» Extracted material:
---*---

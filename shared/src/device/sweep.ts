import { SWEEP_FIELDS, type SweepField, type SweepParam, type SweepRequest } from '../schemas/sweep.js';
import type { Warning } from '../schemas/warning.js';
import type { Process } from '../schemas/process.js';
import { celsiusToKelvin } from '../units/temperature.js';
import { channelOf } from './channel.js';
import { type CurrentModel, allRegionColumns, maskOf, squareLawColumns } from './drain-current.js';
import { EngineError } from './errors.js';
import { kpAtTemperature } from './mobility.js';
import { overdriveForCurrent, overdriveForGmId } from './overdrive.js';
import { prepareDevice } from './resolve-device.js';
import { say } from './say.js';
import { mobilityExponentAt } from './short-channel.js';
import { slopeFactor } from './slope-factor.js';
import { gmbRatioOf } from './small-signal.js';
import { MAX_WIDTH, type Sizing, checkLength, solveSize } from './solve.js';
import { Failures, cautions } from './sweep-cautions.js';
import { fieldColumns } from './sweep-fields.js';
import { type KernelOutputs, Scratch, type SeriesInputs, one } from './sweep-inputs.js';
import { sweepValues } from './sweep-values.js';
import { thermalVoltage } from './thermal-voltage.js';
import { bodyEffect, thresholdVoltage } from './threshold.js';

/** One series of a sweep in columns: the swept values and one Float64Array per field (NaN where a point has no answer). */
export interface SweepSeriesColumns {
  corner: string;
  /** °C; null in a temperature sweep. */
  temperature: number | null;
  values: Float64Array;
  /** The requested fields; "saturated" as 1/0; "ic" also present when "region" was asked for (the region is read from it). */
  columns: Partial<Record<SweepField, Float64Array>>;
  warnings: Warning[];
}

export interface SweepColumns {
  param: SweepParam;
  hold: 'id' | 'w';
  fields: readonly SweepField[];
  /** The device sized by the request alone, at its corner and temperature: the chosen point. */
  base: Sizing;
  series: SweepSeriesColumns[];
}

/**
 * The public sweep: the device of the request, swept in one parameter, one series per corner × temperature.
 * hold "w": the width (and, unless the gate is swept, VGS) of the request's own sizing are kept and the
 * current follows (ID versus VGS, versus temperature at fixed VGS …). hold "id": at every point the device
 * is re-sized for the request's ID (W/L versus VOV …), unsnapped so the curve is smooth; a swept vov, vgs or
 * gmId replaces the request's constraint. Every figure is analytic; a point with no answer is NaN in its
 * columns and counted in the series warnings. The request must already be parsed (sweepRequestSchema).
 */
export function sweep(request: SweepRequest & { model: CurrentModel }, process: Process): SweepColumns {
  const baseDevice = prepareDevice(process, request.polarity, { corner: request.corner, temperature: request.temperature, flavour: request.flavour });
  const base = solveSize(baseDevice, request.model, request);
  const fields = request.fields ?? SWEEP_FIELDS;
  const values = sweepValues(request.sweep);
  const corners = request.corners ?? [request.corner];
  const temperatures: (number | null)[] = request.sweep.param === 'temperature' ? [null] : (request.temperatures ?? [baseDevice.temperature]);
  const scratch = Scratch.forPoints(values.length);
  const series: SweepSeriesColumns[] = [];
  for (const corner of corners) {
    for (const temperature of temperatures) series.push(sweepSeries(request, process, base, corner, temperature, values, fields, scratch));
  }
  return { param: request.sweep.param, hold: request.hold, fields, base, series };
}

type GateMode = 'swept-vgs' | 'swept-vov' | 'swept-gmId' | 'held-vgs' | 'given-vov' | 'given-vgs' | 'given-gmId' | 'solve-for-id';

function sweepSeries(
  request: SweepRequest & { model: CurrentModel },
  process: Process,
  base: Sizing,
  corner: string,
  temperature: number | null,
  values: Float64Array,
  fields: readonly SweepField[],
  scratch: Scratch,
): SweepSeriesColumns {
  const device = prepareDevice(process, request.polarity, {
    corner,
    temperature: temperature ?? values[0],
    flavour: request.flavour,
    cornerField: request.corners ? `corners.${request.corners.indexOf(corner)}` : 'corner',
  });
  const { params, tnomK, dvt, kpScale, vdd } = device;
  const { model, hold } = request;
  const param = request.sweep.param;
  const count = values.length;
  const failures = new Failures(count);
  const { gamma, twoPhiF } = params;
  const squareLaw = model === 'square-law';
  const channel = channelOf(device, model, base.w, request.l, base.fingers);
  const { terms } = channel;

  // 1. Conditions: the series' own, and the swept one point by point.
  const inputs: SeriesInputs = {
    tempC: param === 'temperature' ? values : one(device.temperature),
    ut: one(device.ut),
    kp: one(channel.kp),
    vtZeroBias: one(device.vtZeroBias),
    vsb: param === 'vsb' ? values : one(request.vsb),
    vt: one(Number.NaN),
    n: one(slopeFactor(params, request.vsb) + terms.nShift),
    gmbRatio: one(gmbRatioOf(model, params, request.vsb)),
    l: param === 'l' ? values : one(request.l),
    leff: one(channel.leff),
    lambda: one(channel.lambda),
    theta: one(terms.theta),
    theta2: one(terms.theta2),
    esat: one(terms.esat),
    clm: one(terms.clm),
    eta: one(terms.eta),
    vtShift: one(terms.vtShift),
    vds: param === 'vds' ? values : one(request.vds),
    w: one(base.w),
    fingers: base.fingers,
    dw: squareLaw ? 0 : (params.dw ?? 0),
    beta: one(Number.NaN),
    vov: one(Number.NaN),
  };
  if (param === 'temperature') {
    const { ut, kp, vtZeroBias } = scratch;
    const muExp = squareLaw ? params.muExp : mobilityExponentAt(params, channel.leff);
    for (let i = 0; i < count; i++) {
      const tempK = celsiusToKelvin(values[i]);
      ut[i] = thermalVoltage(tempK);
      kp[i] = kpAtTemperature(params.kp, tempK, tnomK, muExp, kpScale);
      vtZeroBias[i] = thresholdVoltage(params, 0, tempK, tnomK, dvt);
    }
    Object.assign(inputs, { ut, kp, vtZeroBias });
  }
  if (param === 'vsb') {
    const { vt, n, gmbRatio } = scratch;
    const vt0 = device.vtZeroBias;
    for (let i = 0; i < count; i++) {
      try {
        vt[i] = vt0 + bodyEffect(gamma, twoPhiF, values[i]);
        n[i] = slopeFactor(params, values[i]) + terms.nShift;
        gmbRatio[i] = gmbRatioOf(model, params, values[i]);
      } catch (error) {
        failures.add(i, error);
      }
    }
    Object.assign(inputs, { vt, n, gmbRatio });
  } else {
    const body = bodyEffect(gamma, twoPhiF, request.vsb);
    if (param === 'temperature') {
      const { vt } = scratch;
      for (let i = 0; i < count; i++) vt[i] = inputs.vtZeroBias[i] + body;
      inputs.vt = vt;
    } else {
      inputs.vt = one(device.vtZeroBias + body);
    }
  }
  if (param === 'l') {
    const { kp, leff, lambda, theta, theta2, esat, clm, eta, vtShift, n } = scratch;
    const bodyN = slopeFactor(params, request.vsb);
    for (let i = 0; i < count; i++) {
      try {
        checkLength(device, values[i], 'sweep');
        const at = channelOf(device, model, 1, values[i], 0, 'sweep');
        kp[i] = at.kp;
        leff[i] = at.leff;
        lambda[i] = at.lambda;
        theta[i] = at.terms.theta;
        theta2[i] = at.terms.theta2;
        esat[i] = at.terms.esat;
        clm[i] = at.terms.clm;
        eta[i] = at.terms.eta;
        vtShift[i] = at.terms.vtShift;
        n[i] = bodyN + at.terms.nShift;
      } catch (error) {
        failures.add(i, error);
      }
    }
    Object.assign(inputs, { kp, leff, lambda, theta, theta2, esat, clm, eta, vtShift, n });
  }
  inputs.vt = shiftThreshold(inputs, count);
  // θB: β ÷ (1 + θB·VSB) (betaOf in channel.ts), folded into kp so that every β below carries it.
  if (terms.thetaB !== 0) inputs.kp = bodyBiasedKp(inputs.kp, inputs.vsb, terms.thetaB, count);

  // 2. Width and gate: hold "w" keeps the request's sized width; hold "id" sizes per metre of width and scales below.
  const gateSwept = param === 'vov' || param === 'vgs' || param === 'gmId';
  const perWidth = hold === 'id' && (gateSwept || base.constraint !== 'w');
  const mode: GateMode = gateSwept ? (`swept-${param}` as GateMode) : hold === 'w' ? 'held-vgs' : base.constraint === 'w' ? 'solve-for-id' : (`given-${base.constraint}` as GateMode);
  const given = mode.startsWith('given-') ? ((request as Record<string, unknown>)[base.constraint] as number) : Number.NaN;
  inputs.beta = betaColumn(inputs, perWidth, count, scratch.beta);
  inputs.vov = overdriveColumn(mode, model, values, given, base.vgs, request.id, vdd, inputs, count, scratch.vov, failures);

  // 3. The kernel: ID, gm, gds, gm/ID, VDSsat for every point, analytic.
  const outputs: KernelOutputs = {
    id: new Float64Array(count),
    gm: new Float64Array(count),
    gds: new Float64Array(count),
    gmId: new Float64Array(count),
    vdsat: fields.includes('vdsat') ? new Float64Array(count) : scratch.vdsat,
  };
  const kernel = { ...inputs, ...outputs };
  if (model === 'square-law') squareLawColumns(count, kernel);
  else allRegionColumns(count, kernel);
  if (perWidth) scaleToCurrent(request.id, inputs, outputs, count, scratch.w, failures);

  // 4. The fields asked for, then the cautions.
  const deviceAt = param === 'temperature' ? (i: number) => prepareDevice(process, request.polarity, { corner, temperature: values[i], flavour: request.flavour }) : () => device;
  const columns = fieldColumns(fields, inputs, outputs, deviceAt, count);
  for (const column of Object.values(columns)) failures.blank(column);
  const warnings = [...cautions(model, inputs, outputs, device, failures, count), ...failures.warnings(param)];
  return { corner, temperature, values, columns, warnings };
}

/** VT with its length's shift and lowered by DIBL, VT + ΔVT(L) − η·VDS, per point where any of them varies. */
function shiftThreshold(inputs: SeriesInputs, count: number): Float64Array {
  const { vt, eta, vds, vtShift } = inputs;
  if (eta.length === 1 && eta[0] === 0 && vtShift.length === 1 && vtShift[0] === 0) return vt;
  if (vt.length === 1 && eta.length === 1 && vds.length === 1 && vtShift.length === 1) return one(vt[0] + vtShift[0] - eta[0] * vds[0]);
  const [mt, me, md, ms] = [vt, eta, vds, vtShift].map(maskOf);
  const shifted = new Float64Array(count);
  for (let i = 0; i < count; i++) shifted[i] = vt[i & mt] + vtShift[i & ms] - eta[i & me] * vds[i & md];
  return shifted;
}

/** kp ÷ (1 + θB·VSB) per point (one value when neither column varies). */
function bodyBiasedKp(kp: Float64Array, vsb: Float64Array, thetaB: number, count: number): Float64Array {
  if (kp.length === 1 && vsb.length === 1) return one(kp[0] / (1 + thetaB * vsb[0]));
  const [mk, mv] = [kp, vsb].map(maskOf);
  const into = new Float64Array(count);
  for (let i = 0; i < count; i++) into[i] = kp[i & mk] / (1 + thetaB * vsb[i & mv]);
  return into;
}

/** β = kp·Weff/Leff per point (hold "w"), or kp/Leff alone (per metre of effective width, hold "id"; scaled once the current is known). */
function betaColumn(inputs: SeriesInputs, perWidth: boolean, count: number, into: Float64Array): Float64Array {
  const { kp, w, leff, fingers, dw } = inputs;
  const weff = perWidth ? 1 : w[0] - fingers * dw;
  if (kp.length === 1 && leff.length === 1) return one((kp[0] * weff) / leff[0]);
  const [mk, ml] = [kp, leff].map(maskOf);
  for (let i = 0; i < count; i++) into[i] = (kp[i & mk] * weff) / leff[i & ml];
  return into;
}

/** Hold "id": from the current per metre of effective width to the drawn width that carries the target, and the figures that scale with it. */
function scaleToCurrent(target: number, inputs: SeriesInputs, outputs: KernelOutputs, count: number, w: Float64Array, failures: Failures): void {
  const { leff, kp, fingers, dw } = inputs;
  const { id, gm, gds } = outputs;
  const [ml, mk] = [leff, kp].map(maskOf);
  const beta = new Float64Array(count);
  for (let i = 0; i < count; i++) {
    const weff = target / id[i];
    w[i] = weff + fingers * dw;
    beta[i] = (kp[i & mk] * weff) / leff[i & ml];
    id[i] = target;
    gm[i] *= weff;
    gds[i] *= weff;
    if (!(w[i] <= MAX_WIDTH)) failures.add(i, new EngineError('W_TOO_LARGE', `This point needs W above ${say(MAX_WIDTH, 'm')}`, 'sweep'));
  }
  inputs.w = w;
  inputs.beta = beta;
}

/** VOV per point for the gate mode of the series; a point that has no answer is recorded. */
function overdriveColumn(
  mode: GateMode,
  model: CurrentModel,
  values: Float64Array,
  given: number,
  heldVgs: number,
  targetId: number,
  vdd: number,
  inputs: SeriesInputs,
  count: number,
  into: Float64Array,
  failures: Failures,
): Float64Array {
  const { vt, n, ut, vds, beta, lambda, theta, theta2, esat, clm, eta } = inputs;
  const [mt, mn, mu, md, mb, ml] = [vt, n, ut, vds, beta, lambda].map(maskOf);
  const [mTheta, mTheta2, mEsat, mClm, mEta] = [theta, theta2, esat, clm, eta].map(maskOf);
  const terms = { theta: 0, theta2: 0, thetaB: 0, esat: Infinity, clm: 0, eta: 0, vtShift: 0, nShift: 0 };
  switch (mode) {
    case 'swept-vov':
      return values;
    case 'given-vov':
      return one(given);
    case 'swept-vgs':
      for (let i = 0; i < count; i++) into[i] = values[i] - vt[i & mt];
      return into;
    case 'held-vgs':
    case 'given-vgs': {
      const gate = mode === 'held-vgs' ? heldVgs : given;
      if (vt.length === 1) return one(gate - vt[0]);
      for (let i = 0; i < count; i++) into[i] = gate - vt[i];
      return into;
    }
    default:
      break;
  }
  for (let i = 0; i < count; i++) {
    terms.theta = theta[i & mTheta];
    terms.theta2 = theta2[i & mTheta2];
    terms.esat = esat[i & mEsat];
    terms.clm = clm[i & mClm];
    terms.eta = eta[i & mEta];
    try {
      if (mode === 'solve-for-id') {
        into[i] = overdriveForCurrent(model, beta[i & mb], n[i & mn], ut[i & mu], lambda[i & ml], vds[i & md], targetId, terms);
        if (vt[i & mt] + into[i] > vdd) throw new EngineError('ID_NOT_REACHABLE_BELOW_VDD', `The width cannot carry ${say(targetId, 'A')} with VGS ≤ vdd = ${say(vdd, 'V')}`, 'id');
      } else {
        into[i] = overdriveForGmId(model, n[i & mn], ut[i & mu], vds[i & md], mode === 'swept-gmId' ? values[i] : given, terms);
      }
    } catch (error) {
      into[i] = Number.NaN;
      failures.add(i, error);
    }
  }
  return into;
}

---*---

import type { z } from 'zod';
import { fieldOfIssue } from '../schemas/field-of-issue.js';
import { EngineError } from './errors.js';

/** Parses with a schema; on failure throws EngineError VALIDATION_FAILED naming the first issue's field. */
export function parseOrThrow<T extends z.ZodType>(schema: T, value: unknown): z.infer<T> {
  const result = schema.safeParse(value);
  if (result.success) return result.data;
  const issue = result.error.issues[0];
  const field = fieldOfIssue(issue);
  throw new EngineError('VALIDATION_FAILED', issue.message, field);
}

---*---

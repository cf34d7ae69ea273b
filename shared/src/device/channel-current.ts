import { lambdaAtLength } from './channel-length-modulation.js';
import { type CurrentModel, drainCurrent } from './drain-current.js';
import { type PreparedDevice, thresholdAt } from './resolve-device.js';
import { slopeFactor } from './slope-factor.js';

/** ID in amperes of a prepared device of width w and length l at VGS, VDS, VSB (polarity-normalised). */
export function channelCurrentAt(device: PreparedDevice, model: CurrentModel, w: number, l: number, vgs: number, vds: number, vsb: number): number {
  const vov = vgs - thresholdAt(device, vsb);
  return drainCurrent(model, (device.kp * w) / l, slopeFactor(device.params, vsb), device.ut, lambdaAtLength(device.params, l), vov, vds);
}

---*---

» Task instructions: Reproduce each line from the records that contains the word "bodyN".

» Solution to this problem:
    const bodyN = slopeFactor(params, request.vsb);
        n[i] = bodyN + at.terms.nShift;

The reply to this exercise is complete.